One might accept all this, and
respond that law schools actually already do give students the experiential
learning they need, by means other than course work. It might even be
contended, as one blog commenter suggested, that two summer jobs are “not
dissimilar” to medical school clinical rotations. I certainly don’t deny that
summer jobs can be very valuable. In fact, data from the After the J.D. study, as examined by Rebecca Sandefur and Jeff
Selbin in The Clinic Effect, 16
Clinical L. Rev. 57, 85 (2009), suggest that new lawyers viewed summer work as
the single most useful experience of their law school years in preparing them
for practice, with school-year legal employment coming second. It is not
surprising that students find legal work a valuable training ground for future
legal work – wouldn’t it be odd if they didn’t? – but isolated summer jobs, as
valuable as they are, are not school.

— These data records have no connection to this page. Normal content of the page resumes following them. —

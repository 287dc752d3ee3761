//! The report of `copyloop simulate`: table, JSON (docs/json.md) and the CSV grid.
//!
//! Count figures are molecules and seconds (`amount_unit`). Where a species sits in a
//! compartment with a volume, each count figure has a molar twin with the suffix `_molar`
//! (count/Ω_c in mol/L, Ω_c = N_A·V of the species' own compartment; a reaction's rates use
//! its compartment's Ω_c), and the grid gives `concentration_mean` / `concentration_sd` in
//! the unit named by `concentration_unit`. Params that events change appear in the grid
//! beside the species, with `mean` and `sd` of their value (canonical units).
//!
//! CSV layout (`--out`): one header row, then one row per grid time:
//! `time_s,<A>_mean,<A>_sd,<B>_mean,<B>_sd,…` with species in file order, counts in molecules
//! across replicates (sd is the sample SD over replicates; `NaN` with a single replicate),
//! then `<A>_<unit>_mean,<A>_<unit>_sd,…` for every species in a compartment, in the
//! concentration unit the file declared it with (`H_nM_mean`; `uM` for µM), then
//! `<p>_mean,<p>_sd` for every param that events change. Numbers are written by
//! [`crate::numbers::csv`] (fifteen significant digits, no rounding noise), so the file loads
//! as is in pandas (`read_csv`) and R (`read.csv`).
//!
//! `--method ode` has its own report ([`ode_json`], [`ode_table`], [`ode_csv`]): the same
//! grid keys with the deterministic value under `mean` and no `sd`.

use super::num;
use super::schema::Named;
use super::table::Table;
use crate::deterministic::Trajectory;
use crate::ensemble::EnsembleResult;
use crate::network::Network;
use crate::stats::Welford;
use schemars::JsonSchema;
use serde::Serialize;
use serde_json::Value;

/// 1/Ω_c of species `i`'s compartment, where it has one.
fn molar_factor(net: &Network, i: usize) -> Option<f64> {
    net.concentration_factor(i)
}

/// 1/Ω_c of reaction `j`'s compartment, where it has one.
fn reaction_molar(net: &Network, j: usize) -> Option<f64> {
    net.reactions[j]
        .compartment
        .map(|c| 1.0 / net.compartments[c].omega)
}

/// The name of species `i`'s compartment, if any.
fn compartment_name(net: &Network, i: usize) -> Option<&str> {
    net.species[i]
        .compartment
        .map(|c| net.compartments[c].name.as_str())
}

/// The `--json` document of `simulate`: an ensemble's, or (`--method ode`) the
/// deterministic time course's.
#[derive(Serialize, JsonSchema)]
#[serde(untagged)]
pub enum SimulateDocument<'a> {
    Ensemble(Box<EnsembleDocument<'a>>),
    Ode(Box<OdeDocument>),
}

/// The ensemble's document (docs/json.md): moments over replicates of the final state, the
/// time averages over the window, the firings, and the grid.
#[derive(Serialize, JsonSchema)]
pub struct EnsembleDocument<'a> {
    pub method: String,
    pub amount_unit: String,
    pub replicates: u64,
    pub seed: u64,
    pub t_end: f64,
    /// Start of the averaging window, s.
    pub window: f64,
    pub grid_points: usize,
    pub events_total: u64,
    pub leaps: u64,
    pub exact_steps: u64,
    pub wall_seconds: f64,
    pub events_per_second: f64,
    /// Replicates that reached a state where nothing can fire before `t_end`.
    pub absorbed_replicates: u64,
    #[serde(rename = "final")]
    pub final_state: Named<Moments>,
    pub time_average: Named<Average>,
    /// Firings of each reaction in the averaging window.
    pub firings: Named<Firings>,
    pub firings_first_half: Named<MeanSd>,
    pub grid: Grid,
    /// An imported SBML model's own units (the grid then holds every species, parameter and
    /// compartment of the model by id).
    #[serde(skip_serializing_if = "Option::is_none")]
    pub model_units: Option<ModelUnits>,
    /// What of an imported model the grid leaves out, and why.
    #[serde(skip_serializing_if = "Option::is_none")]
    pub model_note: Option<String>,
    /// The comparison with the exact distribution (`--exact`); null where the network does
    /// not fit a finite state projection, with `exact_note` saying why.
    #[serde(skip_serializing_if = "Option::is_none")]
    pub exact: Option<Exact<'a>>,
    #[serde(skip_serializing_if = "Option::is_none")]
    pub exact_note: Option<String>,
}

/// The comparison with the exact distribution, where `--exact` asked for it.
#[derive(Serialize, JsonSchema)]
#[serde(untagged)]
pub enum Exact<'a> {
    /// The network does not fit a finite state projection (printed as `null`).
    Unavailable,
    /// Z and Y statistics per species and grid time.
    Compared(&'a crate::distribution::compare::ExactComparison),
}

/// Mean, SD, standard error and 95 % interval over replicates, in molecules, with their
/// molar twins where the species (or reaction) has a compartment with a volume.
#[derive(Serialize, JsonSchema)]
pub struct Moments {
    pub mean: f64,
    pub sd: f64,
    pub stderr: f64,
    pub ci95: [f64; 2],
    #[serde(flatten)]
    pub molar: Option<MolarMoments>,
}

/// The molar twins of [`Moments`]: count/Ω_c in mol/L.
#[derive(Serialize, JsonSchema)]
pub struct MolarMoments {
    pub mean_molar: f64,
    pub sd_molar: f64,
    pub stderr_molar: f64,
    pub ci95_molar: [f64; 2],
}

/// A species' time average over the window, with the mean within-trajectory variance.
#[derive(Serialize, JsonSchema)]
pub struct Average {
    #[serde(flatten)]
    pub moments: Moments,
    pub within_variance: f64,
    #[serde(skip_serializing_if = "Option::is_none")]
    pub within_variance_molar: Option<f64>,
}

/// A reaction's firings in the window and the rate they imply.
#[derive(Serialize, JsonSchema)]
pub struct Firings {
    #[serde(flatten)]
    pub moments: Moments,
    pub rate_per_s: f64,
    #[serde(skip_serializing_if = "Option::is_none")]
    pub rate_molar_per_s: Option<f64>,
}

/// A mean and SD over replicates.
#[derive(Serialize, JsonSchema)]
pub struct MeanSd {
    pub mean: f64,
    pub sd: f64,
}

/// The units of an imported model, as its unit attributes name them (`unspecified` where it
/// declares none): the grid's `amount_mean`, params and compartments are in these.
#[derive(Serialize, JsonSchema, Clone, Debug)]
pub struct ModelUnits {
    pub substance: String,
    pub volume: String,
    pub time: String,
}

/// The grid: `time`, then one series per species and per param that changes during the run.
#[derive(Serialize, JsonSchema)]
pub struct Grid {
    pub time: Vec<f64>,
    #[serde(flatten)]
    pub series: Named<Series>,
}

/// One column of the grid. Species: the mean (and, for an ensemble, the SD) in molecules,
/// and in concentration where the compartment has a volume. Params: `kind` is `"param"`.
#[derive(Serialize, JsonSchema, Default)]
pub struct Series {
    pub mean: Vec<f64>,
    #[serde(skip_serializing_if = "Option::is_none")]
    pub sd: Option<Vec<f64>>,
    #[serde(flatten)]
    pub concentration: Option<Concentration>,
    #[serde(skip_serializing_if = "Option::is_none")]
    pub kind: Option<SeriesKind>,
    /// An imported model's species: its amount in the model's own substance unit
    /// (`model_units`), which `mean` gives in `amount_unit`.
    #[serde(skip_serializing_if = "Option::is_none")]
    pub amount_mean: Option<Vec<f64>>,
    #[serde(skip_serializing_if = "Option::is_none")]
    pub amount_sd: Option<Vec<f64>>,
    /// Computed by an SBML assignment rule rather than held as a state.
    #[serde(skip_serializing_if = "Option::is_none")]
    pub assigned: Option<bool>,
}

Nor do they compare to medical school
clinical rotation, which is not only part of the medical school educational
program but a very extensive and intensive part. (A program like
Northeastern’s, in which four different work experiences are deliberately made
an integral part of the students’ overall law school experience, might well be
another matter – but that goes to the question of how to define eligible
practice training experiences, not to the basic need for significant practice
training before graduation.)
One might accept this point too, yet
respond that the choice of what courses to take should belong to the students
themselves. Certainly choice is important. But we teach in law schools, and
it’s built in from the start in our schools that most of the courses students
take must be law courses – rather than, say, political science or humanities.
Even within the domain of law courses, many or most schools restrict student
choice significantly – notably by prescribing most or all of the first-year
curriculum and sometimes parts of the upper-year curriculum as well. I think
the question is not whether we will limit students’ choices, but how much and
for what reasons. And on that score, I wonder whether part of the sense that 15
credits of experiential learning is too much might arise from a perception of
“skills” as a single subject, rather than as a very wide range of different
competencies that get used in different ways in different settings. We
routinely allocate 60 credits or more to teaching “doctrine” and the skill of
legal reasoning; it does not seem too much to allocate 15 (or some comparable
amount) to other skills of practice. Within those practice credits, I’d
certainly hope that law schools will offer their students a substantial range
of courses from which to choose.
One last point on the question of “how much?” Bob
Kuehn, in his essay “Pricing Clinical Legal Education,” available at http://papers.ssrn.com/sol3/papers.cfm?abstract_id=2318042, has compiled
figures on the “practice-based and clinical education” requirements in a range
of other professions: architecture, dentistry, medicine, nursing, pharmacy,
social work, and veterinary. Each of these requires at least one quarter of
students’ training to be in clinical settings; some require one third and, last
but not least, medicine requires one half (and that doesn’t include the years
of supervised post-graduate clinical training that follow receiving the M.D.) Kuehn
also presents cogent evidence that law school budgets can handle the cost of
clinical education – not that this education is costfree (it obviously isn’t),
but that the costs can be handled. The CLEA proposal is that approximately one-sixth of law students’ training be
in experiential courses. It seems to me that the burden is on those who
disagree with this proposal to explain why law students, unlike their peers in
other professions, do not need this level of experiential preparation for the
work they will soon be doing.
I appreciate the opportunity to submit these comments, and
hope the Council will find them helpful.
Sincerely,
Stephen
J. Ellmann
Professor
of Law
Director of the Office of Clinical
and Experiential Learning
New York Law School
Director of the Office of Clinical
and Experiential Learning
New York Law School
[1]
These comments are based on arguments I laid out in an online dialogue with
Professor Brian Leiter (and others) on his blog.